For the material that follows, list every line containing the word "with".

## [DATA SHOWN]
—————
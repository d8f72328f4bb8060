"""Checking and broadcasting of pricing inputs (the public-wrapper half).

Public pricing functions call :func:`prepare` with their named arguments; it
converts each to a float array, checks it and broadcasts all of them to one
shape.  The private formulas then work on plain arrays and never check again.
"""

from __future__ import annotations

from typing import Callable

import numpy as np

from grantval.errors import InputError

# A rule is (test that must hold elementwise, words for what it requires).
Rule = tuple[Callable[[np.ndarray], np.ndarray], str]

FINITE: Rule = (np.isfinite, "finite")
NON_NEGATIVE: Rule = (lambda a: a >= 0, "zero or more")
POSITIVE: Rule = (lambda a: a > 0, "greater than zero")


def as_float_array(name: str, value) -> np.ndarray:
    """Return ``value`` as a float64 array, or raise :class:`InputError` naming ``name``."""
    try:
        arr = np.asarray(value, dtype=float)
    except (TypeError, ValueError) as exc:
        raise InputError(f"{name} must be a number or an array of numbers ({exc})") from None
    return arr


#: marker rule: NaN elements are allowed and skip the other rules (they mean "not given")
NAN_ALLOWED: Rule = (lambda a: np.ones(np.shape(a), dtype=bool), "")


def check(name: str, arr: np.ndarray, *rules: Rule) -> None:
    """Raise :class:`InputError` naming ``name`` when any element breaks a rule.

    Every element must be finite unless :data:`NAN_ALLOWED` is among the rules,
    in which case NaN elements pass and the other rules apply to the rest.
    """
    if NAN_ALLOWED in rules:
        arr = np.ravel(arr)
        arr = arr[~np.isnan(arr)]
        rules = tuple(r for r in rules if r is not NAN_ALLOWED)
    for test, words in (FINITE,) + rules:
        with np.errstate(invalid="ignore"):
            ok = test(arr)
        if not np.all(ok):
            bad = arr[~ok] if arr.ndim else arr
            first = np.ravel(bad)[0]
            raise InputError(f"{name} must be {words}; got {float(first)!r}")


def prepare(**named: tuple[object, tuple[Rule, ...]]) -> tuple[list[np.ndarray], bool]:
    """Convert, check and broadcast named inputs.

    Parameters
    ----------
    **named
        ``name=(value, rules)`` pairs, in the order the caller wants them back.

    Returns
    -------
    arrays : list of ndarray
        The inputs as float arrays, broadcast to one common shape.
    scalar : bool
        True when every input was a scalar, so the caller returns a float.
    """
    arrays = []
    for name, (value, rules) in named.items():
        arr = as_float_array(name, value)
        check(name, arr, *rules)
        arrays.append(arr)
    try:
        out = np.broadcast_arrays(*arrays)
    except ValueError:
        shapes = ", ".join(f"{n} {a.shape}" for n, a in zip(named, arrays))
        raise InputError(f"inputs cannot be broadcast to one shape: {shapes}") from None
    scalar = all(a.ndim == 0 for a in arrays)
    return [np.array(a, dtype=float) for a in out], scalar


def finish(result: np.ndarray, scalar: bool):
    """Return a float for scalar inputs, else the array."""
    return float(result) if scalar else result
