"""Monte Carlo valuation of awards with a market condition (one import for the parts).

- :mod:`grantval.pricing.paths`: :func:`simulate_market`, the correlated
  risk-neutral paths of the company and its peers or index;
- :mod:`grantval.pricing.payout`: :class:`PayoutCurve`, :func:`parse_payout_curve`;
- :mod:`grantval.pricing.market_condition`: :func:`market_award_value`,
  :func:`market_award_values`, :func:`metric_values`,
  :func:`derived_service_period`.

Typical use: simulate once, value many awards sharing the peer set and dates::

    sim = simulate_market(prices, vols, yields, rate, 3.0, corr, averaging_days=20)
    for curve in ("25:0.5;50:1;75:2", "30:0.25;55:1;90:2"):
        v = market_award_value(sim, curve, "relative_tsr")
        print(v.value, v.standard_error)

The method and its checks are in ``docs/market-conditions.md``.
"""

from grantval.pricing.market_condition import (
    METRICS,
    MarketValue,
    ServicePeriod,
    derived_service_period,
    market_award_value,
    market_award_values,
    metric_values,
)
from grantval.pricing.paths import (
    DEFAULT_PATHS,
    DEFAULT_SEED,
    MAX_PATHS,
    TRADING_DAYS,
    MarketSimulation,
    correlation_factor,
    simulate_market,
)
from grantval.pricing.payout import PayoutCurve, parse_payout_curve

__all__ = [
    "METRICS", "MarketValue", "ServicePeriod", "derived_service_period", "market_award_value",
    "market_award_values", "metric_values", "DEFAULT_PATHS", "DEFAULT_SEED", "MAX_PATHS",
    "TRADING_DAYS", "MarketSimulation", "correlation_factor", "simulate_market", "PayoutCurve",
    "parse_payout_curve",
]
—————
## [RESULT]
Public pricing functions call :func:`prepare` with their named arguments; it
        with np.errstate(invalid="ignore"):
"""Monte Carlo valuation of awards with a market condition (one import for the parts).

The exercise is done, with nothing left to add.